Several years ago, the community spiritual authorities decided to stop the practice of harvesting ice, since there is so little left. They do not want to hasten the end.
. . .
The memory of many recent world-ending experiences of Indigenous peoples, Black folks, Jews, and others is held, cared for, tended. Collectively, we are beginning to recognize the effects of intergenerational trauma caused by these cataclysms. Equally important, we are beginning to recognize the power of intergenerational resilience and the invaluable learnings held among those who have survived their worlds ending. We must center these people as leaders if we wish to pass through this current inferno.

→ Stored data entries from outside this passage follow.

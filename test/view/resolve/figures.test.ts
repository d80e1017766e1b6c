import { beforeAll, describe, expect, it } from "vitest";
import { picture } from "../../../src/assess/picture.ts";
import type { Picture } from "../../../src/assess/result.ts";
import { SPEED_OF_LIGHT } from "../../../src/base/constants.ts";
import { checkedPlan } from "../../../src/plan/read.ts";
import type { Observation, Plan } from "../../../src/plan/schema.ts";
import { allFigures } from "../../../src/view/resolve/allfigures.ts";
import { axisEnds, beamModel, beamReadout } from "../../../src/view/resolve/beam.ts";
import { cutsModel, sidelobeLimit } from "../../../src/view/resolve/cuts.ts";
import { declinationModel } from "../../../src/view/resolve/declination.ts";
import { elevationDeg, elevationModel, hoursAbove } from "../../../src/view/resolve/elevation.ts";
import { pairImage, pairModel } from "../../../src/view/resolve/pair.ts";
import { scalesModel, wavelengthRange } from "../../../src/view/resolve/scales.ts";
import { uvHalf, uvModel, uvReadout } from "../../../src/view/resolve/uv.ts";
import { windowed } from "../../../src/view/resolve/uvwindow.ts";

/** Five stations on an uneven cross, one receiver: small enough to assess for every test file. */
const plan: Plan = checkedPlan({
  format: "spanwright-plan",
  version: 1,
  site: { origin: { latitudeDeg: -30, longitudeDeg: 20 } },
  antennas: [
    {
      id: "d",
      diameterM: 12,
      elevationLimitDeg: 15,
      receivers: [{ fromHz: 1e9, toHz: 2e9, sefdJy: 400, systemK: null, apertureEfficiency: null, surfaceRmsM: 0 }],
    },
  ],
  stations: [
    [0, 0],
    [0.011, 0.004],
    [-0.003, 0.017],
    [-0.019, -0.006],
    [0.007, -0.023],
  ].map(([north, east], k) => ({
    id: `S${k}`,
    latitudeDeg: -30 + north,
    longitudeDeg: 20 + east,
    antenna: "d",
  })),
  layouts: [{ id: "cross", stations: ["S0", "S1", "S2", "S3", "S4"] }],
  observations: [
    {
      id: "south",
      declinationDeg: -40,
      hourAngle: { fromH: -4, toH: 4 },
      integrationS: 300,
      frequencyHz: 1.42e9,
      bandwidthHz: 1e6,
    },
  ],
  requirements: [
    { id: "R1", quantity: "beam.peakAbsoluteSidelobe", atMost: 0.05 },
    { id: "R2", quantity: "beam.peakSidelobe", atMost: 0.08 },
  ],
}).plan;
const observation = plan.observations[0] as Observation;
const pair = { separationArcsec: 20, positionAngleDeg: 40, fluxRatio: 1 };
const size = { width: 360, height: 240 };
let shown: Picture;

beforeAll(async () => {
  shown = await picture({ plan, layout: "cross", observation: "south", pair, uvSize: 128 });
});

describe("uvModel", () => {
  it("rings stand at their baseline length in wavelengths", () => {
    const model = uvModel(shown, observation.frequencyHz, null);
    const km = model.rings.find((r) => r.label === "1\u00a0km");
    expect(km?.radius).toBeCloseTo(1000 / (SPEED_OF_LIGHT / 1.42e9) / model.halfWavelengths, 9);
  });

  it("says u, v and spacing under a point, v upward", () => {
    const model = uvModel(shown, observation.frequencyHz, 10_000);
    expect(uvReadout(model, 0.3, -0.4)).toBe("u 3.0, v \u22124.0 kλ is a 1.06\u00a0km spacing");
  });

  it("shows a grid with more room at the scale of the one before, cell for cell", () => {
    const counts = new Float32Array(16 * 16);
    counts[16 * 8 + 8] = 5;
    counts[16 * 10 + 11] = 2;
    const inner = windowed({ size: 16, cellWavelengths: 10, counts }, 40);
    expect(inner.size).toBe(8);
    expect(inner.counts[8 * 4 + 4]).toBe(5);
    expect(inner.counts[8 * 6 + 7]).toBe(2);
    const outer = windowed({ size: 16, cellWavelengths: 10, counts }, 120);
    expect(outer.counts[24 * 12 + 12]).toBe(5);
    expect(uvHalf({ size: 16, cellWavelengths: 10, counts })).toBe(80);
  });
});

describe("beamModel", () => {
  it("keeps its edge while a station moves", () => {
    expect(beamModel(shown, 77).halfWidthArcsec).toBe(77);
  });

  it("reads one at the middle, and says which side a point lies on with east to the left", () => {
    const model = beamModel(shown, null);
    expect(beamReadout(model, 0, 0)).toMatch(/: 100\.0 % of peak$/);
    expect(beamReadout(model, -0.5, 0.5)).toMatch(/″ E, .*″ N: /);
    expect(beamReadout(model, 0.5, -0.5)).toMatch(/″ W, .*″ S: /);
  });

  it("draws a position angle of 90° toward the left, which is east", () => {
    const [x1, y1, x2, y2] = axisEnds(90, 0.2, 0.9);
    expect([x1, x2]).toEqual([-0.2, -0.9]);
    expect(y1).toBeCloseTo(0, 12);
    expect(y2).toBeCloseTo(0, 12);
  });
});

describe("cutsModel", () => {
  it("takes the tightest limit, and tints both signs where the limit is on either sign", () => {
    const limit = sidelobeLimit(plan, "cross", "south");
    expect(limit).toEqual({ limit: 0.05, bothSigns: true });
    const cuts = cutsModel(shown, 60, false, limit, size);
    const band = cuts?.band;
    expect(band && cuts && (band.top + band.bottom) / 2).toBeCloseTo(cuts?.zeroY as number, 6);
    expect(band?.label).toBe("limit ±5\u00a0%");
  });

  it("magnifies to ±10 % of the peak", () => {
    expect(cutsModel(shown, 60, true, null, size)?.yTicks.map((t) => t.label)).toEqual(["\u221210", "\u22125", "0", "5", "10"]);
  });

  it("has no figure where there is no room", () => {
    expect(cutsModel(shown, 60, false, null, { width: 50, height: 20 })).toBeNull();
  });
});

describe("pairModel", () => {
  it("says the result's verdict, and a preview gives none", () => {
    const verdict = shown.result.pair?.verdict as string;
    const model = pairModel(shown, pair, size);
    expect(model.verdict.words.toLowerCase()).toContain(verdict);
    expect(pairModel({ ...shown, settled: false }, pair, size).verdict.words).toBe("after the drop");
  });

  it("draws the dip as deep as the result says, to a pixel", () => {
    const { profile } = pairModel(shown, { ...pair }, size);
    const dip = shown.result.pair?.dip;
    const mark = profile?.dip;
    if (!profile || !mark || !dip) throw new Error("the pair was chosen to have a dip");
    const depth = (mark.bottom - mark.top) / (profile.zeroY - mark.top);
    // A pixel of the plot is 0.5 % of the peak; the profile is interpolated and sampled at 240 points.
    expect(Math.abs(depth - dip)).toBeLessThan(0.01);
  });

  it("puts the fainter source along the position angle, north through east", () => {
    if (!shown.beam) throw new Error("there is a beam");
    const n = 64;
    const half = 40;
    const out = pairImage(shown.beam, { separationArcsec: 40, positionAngleDeg: 90, fluxRatio: 0.5 }, half, n);
    const at = (east: number): number => out[n * (n / 2) + Math.round((east / half + 1) * (n / 2))];
    expect(at(-20)).toBeGreaterThan(0.9);
    expect(at(20) / at(-20)).toBeGreaterThan(0.3);
    expect(at(20) / at(-20)).toBeLessThan(0.75);
  });
});

describe("scalesModel", () => {
  it("runs from 1 mm to 10 m, or wider by whole decades as receivers ask", () => {
    expect(wavelengthRange(0.21, plan.antennas)).toEqual([1e-3, 10]);
    const low = {
      ...plan.antennas[0],
      receivers: [{ fromHz: 1e7, toHz: 2e7, sefdJy: 1, systemK: null, apertureEfficiency: null, surfaceRmsM: 0 }],
    };
    expect(wavelengthRange(0.21, [low])[1]).toBeCloseTo(100, 9);
  });

  it("draws every angle growing as the wavelength: parallel lines through the result's figures", () => {
    const model = scalesModel(shown, observation.frequencyHz, plan.antennas, size);
    const slopes = model?.lines.map((l) => (l.y2 - l.y1) / (l.x2 - l.x1)) ?? [];
    expect(slopes).toHaveLength(3);
    for (const slope of slopes) expect(slope).toBeCloseTo(slopes[0], 9);
    for (const l of model?.lines ?? []) {
      expect(l.y1 + ((l.y2 - l.y1) * (l.at.x - l.x1)) / (l.x2 - l.x1)).toBeCloseTo(l.at.y, 6);
    }
    expect(model?.bands.map((b) => b.label)).toEqual(["1–2"]);
  });
});

describe("elevation", () => {
  // Source: a source at the declination of the latitude passes the zenith; one on the equator is up twelve hours (geometry).
  it("culminates at 90° less the distance from the zenith, and an equatorial source is up half the day", () => {
    expect(elevationDeg(-30, -30, 0)).toBeCloseTo(90, 6);
    expect(elevationDeg(-30, 20, 0)).toBeCloseTo(40, 9);
    expect(hoursAbove(-30, 0, 0)).toBeCloseTo(12, 9);
    expect(hoursAbove(-30, -80, 0)).toBe(24);
    expect(hoursAbove(-30, 70, 0)).toBe(0);
  });

  it("takes the higher of the observation's and the antennas' limits", () => {
    expect(elevationModel(plan.site, observation, plan.antennas, size)?.aside).toMatch(/^above 15° for/);
  });
});

describe("declinationModel", () => {
  it("leaves a gap where the source is not up", () => {
    const up = shown.result;
    const down = { ...up, beam: { ...up.beam, majorArcsec: null, minorArcsec: null } };
    const points = [
      { at: -60, result: up },
      { at: 0, result: up },
      { at: 60, result: down },
      { at: 90, result: down },
    ];
    const model = declinationModel(points, observation, up.beam.majorArcsec, null, size);
    expect(model?.never).toHaveLength(1);
    const { box } = model as NonNullable<typeof model>;
    // Half way from 0° to 60°, then to the edge.
    expect(model?.never[0].x).toBeCloseTo(box.x + (box.width * 120) / 180, 6);
    expect((model?.never[0].x ?? 0) + (model?.never[0].width ?? 0)).toBeCloseTo(box.x + box.width, 6);
    expect(model?.text.rows[2]).toEqual(["60.0°", "not up", "not up"]);
  });
});

describe("allFigures", () => {
  it("names the settings behind the weights, and says what cannot be had", () => {
    const groups = allFigures({ ...shown.result, noiseJy: null }, observation);
    const rows = groups.flatMap((g) => g.rows);
    const value = (name: string): string | undefined => rows.find(([n]) => n === name)?.[1];
    expect(value("Noise")).toBe("cannot be had");
    expect(value("Integration")).toBe("300\u00a0s");
    expect(rows.every(([, text]) => !/NaN|undefined|null/.test(text))).toBe(true);
    for (const name of ["Density field", "Channels", "Pixel, size"]) expect(value(name)).toBeDefined();
  });
});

Somehow, so far, we have persisted. We may once more. As we look back, we can see the scorched-and-regreened path we’ve walked, how we have collectively made it through hell and back over and over again. Our worlds are reborn from rubble generation after generation, collapse after collapse. While we attend to the urgent needs of the present, we must also remember these bigger and older cycles, remember how Earth, our home, our mother, became this way, remember how we came to be this way, here at this crossroads.
Soon, our children will look back at the path we brought them down, and look at how we tended to and renewed—or not—this now burnt and abused land. And they will judge us.
We inherit from our ancestors, and we borrow from future generations.[5] These apocalypses can help us to uncover the memories that we have grown out of, the experiences and patterns that nourished or poisoned us, that make us who we are now. As we consider what type of ancestors we wish to become, we must be willing to be transformed, as completely as our world, the Earth herself, is now transforming beyond recognition.